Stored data
Segment Open
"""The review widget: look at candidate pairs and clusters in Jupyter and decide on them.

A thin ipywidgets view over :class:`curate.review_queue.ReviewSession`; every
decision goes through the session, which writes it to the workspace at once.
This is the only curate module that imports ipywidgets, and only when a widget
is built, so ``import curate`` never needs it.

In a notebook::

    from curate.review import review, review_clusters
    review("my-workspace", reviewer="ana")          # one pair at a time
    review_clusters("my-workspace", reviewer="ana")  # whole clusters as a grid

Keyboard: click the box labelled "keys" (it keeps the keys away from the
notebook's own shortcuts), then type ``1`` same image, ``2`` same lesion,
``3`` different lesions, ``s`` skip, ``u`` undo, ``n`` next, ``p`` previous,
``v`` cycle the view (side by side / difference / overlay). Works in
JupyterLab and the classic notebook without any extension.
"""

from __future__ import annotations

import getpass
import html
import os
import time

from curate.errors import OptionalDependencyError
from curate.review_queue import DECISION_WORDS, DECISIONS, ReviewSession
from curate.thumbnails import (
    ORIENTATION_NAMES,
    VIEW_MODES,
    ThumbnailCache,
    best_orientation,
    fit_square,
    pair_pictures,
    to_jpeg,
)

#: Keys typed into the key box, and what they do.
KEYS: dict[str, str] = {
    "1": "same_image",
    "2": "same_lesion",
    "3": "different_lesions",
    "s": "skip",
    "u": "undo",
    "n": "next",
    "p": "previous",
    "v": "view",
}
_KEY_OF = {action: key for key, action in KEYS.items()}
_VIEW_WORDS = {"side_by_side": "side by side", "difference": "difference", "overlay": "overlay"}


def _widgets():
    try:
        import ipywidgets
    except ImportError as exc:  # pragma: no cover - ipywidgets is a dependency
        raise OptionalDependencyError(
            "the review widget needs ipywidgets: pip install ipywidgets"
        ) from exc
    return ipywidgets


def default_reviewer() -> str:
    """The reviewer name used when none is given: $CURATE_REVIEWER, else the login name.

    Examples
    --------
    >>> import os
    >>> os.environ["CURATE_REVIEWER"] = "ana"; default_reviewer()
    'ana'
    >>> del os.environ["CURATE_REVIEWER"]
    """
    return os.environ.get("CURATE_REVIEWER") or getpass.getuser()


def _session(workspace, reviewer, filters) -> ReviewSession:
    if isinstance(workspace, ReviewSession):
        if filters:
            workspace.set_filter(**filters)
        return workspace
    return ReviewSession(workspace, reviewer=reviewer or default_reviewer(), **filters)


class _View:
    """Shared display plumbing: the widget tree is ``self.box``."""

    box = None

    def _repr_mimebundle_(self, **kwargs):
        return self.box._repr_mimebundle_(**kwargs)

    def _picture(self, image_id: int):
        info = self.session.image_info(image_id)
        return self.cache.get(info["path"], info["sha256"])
Segment Closed
EXERCISE GOAL ::
Repeat the records exactly, including every line.

RESPONSE ::
"""The review widget: look at candidate pairs and clusters in Jupyter and decide on them.

A thin ipywidgets view over :class:`curate.review_queue.ReviewSession`; every
decision goes through the session, which writes it to the workspace at once.
This is the only curate module that imports ipywidgets, and only when a widget
is built, so ``import curate`` never needs it.

In a notebook::

    from curate.review import review, review_clusters
    review("my-workspace", reviewer="ana")          # one pair at a time
    review_clusters("my-workspace", reviewer="ana")  # whole clusters as a grid

Keyboard: click the box labelled "keys" (it keeps the keys away from the
notebook's own shortcuts), then type ``1`` same image, ``2`` same lesion,
``3`` different lesions, ``s`` skip, ``u`` undo, ``n`` next, ``p`` previous,
``v`` cycle the view (side by side / difference / overlay). Works in
JupyterLab and the classic notebook without any extension.
"""

from __future__ import annotations

import getpass
import html
import os
import time

from curate.errors import OptionalDependencyError
from curate.review_queue import DECISION_WORDS, DECISIONS, ReviewSession
from curate.thumbnails import (
    ORIENTATION_NAMES,
    VIEW_MODES,
    ThumbnailCache,
    best_orientation,
    fit_square,
    pair_pictures,
    to_jpeg,
)

#: Keys typed into the key box, and what they do.
KEYS: dict[str, str] = {
    "1": "same_image",
    "2": "same_lesion",
    "3": "different_lesions",
    "s": "skip",
    "u": "undo",
    "n": "next",
    "p": "previous",
    "v": "view",
}
_KEY_OF = {action: key for key, action in KEYS.items()}
_VIEW_WORDS = {"side_by_side": "side by side", "difference": "difference", "overlay": "overlay"}


def _widgets():
    try:
        import ipywidgets
    except ImportError as exc:  # pragma: no cover - ipywidgets is a dependency
        raise OptionalDependencyError(
            "the review widget needs ipywidgets: pip install ipywidgets"
        ) from exc
    return ipywidgets


def default_reviewer() -> str:
    """The reviewer name used when none is given: $CURATE_REVIEWER, else the login name.

    Examples
    --------
    >>> import os
    >>> os.environ["CURATE_REVIEWER"] = "ana"; default_reviewer()
    'ana'
    >>> del os.environ["CURATE_REVIEWER"]
    """
    return os.environ.get("CURATE_REVIEWER") or getpass.getuser()


def _session(workspace, reviewer, filters) -> ReviewSession:
    if isinstance(workspace, ReviewSession):
        if filters:
            workspace.set_filter(**filters)
        return workspace
    return ReviewSession(workspace, reviewer=reviewer or default_reviewer(), **filters)


class _View:
    """Shared display plumbing: the widget tree is ``self.box``."""

    box = None

    def _repr_mimebundle_(self, **kwargs):
        return self.box._repr_mimebundle_(**kwargs)

    def _picture(self, image_id: int):
        info = self.session.image_info(image_id)
        return self.cache.get(info["path"], info["sha256"])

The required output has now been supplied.